Thermoelectric properties of single-phase n-type Bi14Te13S8

Abstract

Bismuth telluride (Bi2Te3) and its alloys are among the best thermoelectric materials at room temperature. Bi14Te13S8, a material with a similar crystal structure, contains sulfur that can potentially improve the thermoelectric performance through widening the band gap and reducing the lattice thermal conductivity. This compound forms in sulfur-added Bi2Te3 alloys. Here, a polycrystalline iodine-doped Bi14Te13S8 sample is investigated; an optimum iodine concentration of 1 at. % resulted in the power factor of 3.5 mW2·m–1·K–1 at room temperature. Iodine doping reduced the lattice thermal conductivity by more than 30% by enhancing the phonon scattering.
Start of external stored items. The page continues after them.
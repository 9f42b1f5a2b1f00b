"""Detection thresholds calibrated on event-free simulations (synthcorona.dimming.thresholds).

Reference: the binomial standard error sqrt(alpha (1 - alpha) / n) of a Monte Carlo fraction, and
scipy.stats.norm for the Gaussian quantile z_{1-alpha}.
"""
import math

import astropy.units as u
import numpy as np
import pytest
from dimming_setups import CTS, binom_se, step_curve
from scipy import stats

from synthcorona.dimming.noise import CountSampler
from synthcorona.dimming.statistics import window_test
from synthcorona.dimming.thresholds import (
    allowed_exceedances,
    calibrate_threshold,
    calibration_error,
    threshold_from_null,
)
from synthcorona.errors import InputError


def test_false_alarm_rate_at_calibrated_threshold():
    """Calibrate on one seed, measure on an independent seed with n = 20000: |rate - alpha| < 3 SE
    (binomial SE sqrt(alpha (1 - alpha) / n)). The calibration uses 200,000 realisations so its own
    scatter (SE/sqrt(10)) adds only ~5 % to the spread of the measured rate."""
    alpha = 0.01
    rate = step_curve(depth=0.0)
    labels = np.r_[np.zeros(500, int), np.ones(500, int)]
    sampler = CountSampler(rate, 1 * u.s, groups=labels)

    def sigma(chunk):
        return window_test(chunk[:, 0], 500 * u.s, chunk[:, 1], 500 * u.s).sigma

    thr = calibrate_threshold(sigma, sampler, alpha, 200_000, seed=1)
    assert thr.false_alarm_achieved <= alpha
    assert thr.false_alarm_achieved == pytest.approx(alpha, abs=3 * binom_se(alpha, 200_000))
    n = 20000
    values = np.concatenate([sigma(c) for c in sampler(n, seed=2)])
    measured = np.mean(values > thr.threshold)
    assert abs(measured - alpha) < 3 * binom_se(alpha, n)
    # The nominal exact-test threshold is close to the Gaussian z_{1-alpha} at 5000 counts per window.
    assert thr.threshold == pytest.approx(stats.norm.isf(alpha), abs=0.1)


def test_statistic_function_must_return_one_value_per_realisation():
    with pytest.raises(InputError, match="statistic_fn returned 1 values"):
        calibrate_threshold(lambda c: [0.0], CountSampler(np.ones(5) * CTS, 1 * u.s), 0.1, 200, seed=0)


@pytest.mark.parametrize("alpha, n, k", [(0.01, 1000, 9), (0.01, 10_000, 99), (0.05, 200, 9), (0.01, 1098, 9),
                                         (0.01, 1099, 10)])
def test_rank_rule(alpha, n, k):
    """Largest k with (k + 1)/(n + 1) <= alpha (Dwass 1957, Ann. Math. Stat. 28, 181), hand values: e.g.
    10/1001 <= 0.01 < 11/1001; 11/1100 = 0.01 exactly for n = 1099 (allowed), 11/1099 > 0.01 for n = 1098."""
    assert allowed_exceedances(alpha, n) == k
    assert (k + 1) / (n + 1) <= alpha < (k + 2) / (n + 1)


def test_rank_rule_false_alarm_per_observation():
    """Uniform null values: an independent value exceeds the threshold with probability (k + 1)/(n + 1) <= alpha,
    averaged over calibrations (order statistics of uniforms, E[1 - U_(n-k)] = (k + 1)/(n + 1)); checked over
    4000 calibrations of n = 1000 (standard error of the mean ~ 3e-5)."""
    rng = np.random.default_rng(0)
    exceed = [1.0 - threshold_from_null(rng.random(1000), 0.01).threshold for _ in range(4000)]
    assert np.mean(exceed) == pytest.approx(10 / 1001, abs=1e-4)


def test_calibration_error_matches_resampling():
    """The exact bootstrap of the threshold (no resampling) against direct resampling of the calibration set
    (3000 resamples; the resampled standard deviation itself scatters by ~1/sqrt(6000) ~ 1.3 %): within 5 %."""
    rng = np.random.default_rng(1)
    null = np.sort(rng.normal(size=1000))
    events = rng.normal(2.4, 1.0, size=1000)
    exact = calibration_error(null, events, 0.01)
    resampled = [np.mean(events > threshold_from_null(rng.choice(null, 1000), 0.01).threshold) for _ in range(3000)]
    assert exact == pytest.approx(np.std(resampled), rel=0.05)
    # the Gaussian-shift estimate of synthcorona.dimming.sizes: sqrt(alpha (1 - alpha) / n) f1 / f0
    # (f1 = phi(thr - 2.4), f0 = phi(thr) at thr ~ z_0.01)
    z = stats.norm.isf(0.01)
    assert exact == pytest.approx(math.sqrt(0.0099 / 1000) * stats.norm.pdf(z - 2.4) / stats.norm.pdf(z), rel=0.35)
An improved thermoelectric figure of merit zT of ∼0.29 at 520 K was obtained for 1–1.5 at. % iodine-doped Bi14Te13S8. First-principles calculations indicate that Bi14Te13S8 has a larger band gap compared to bismuth telluride, which allows for a reduction in the bipolar effect; however, a lower effective mass reduced the thermopower for a similar carrier concentration. This study demonstrates that tuned iodine doping can effectively optimize the thermoelectric performance of Bi14Te13S8, highlighting its contribution in multiphase sulfur-alloyed Bi2Te3-based materials.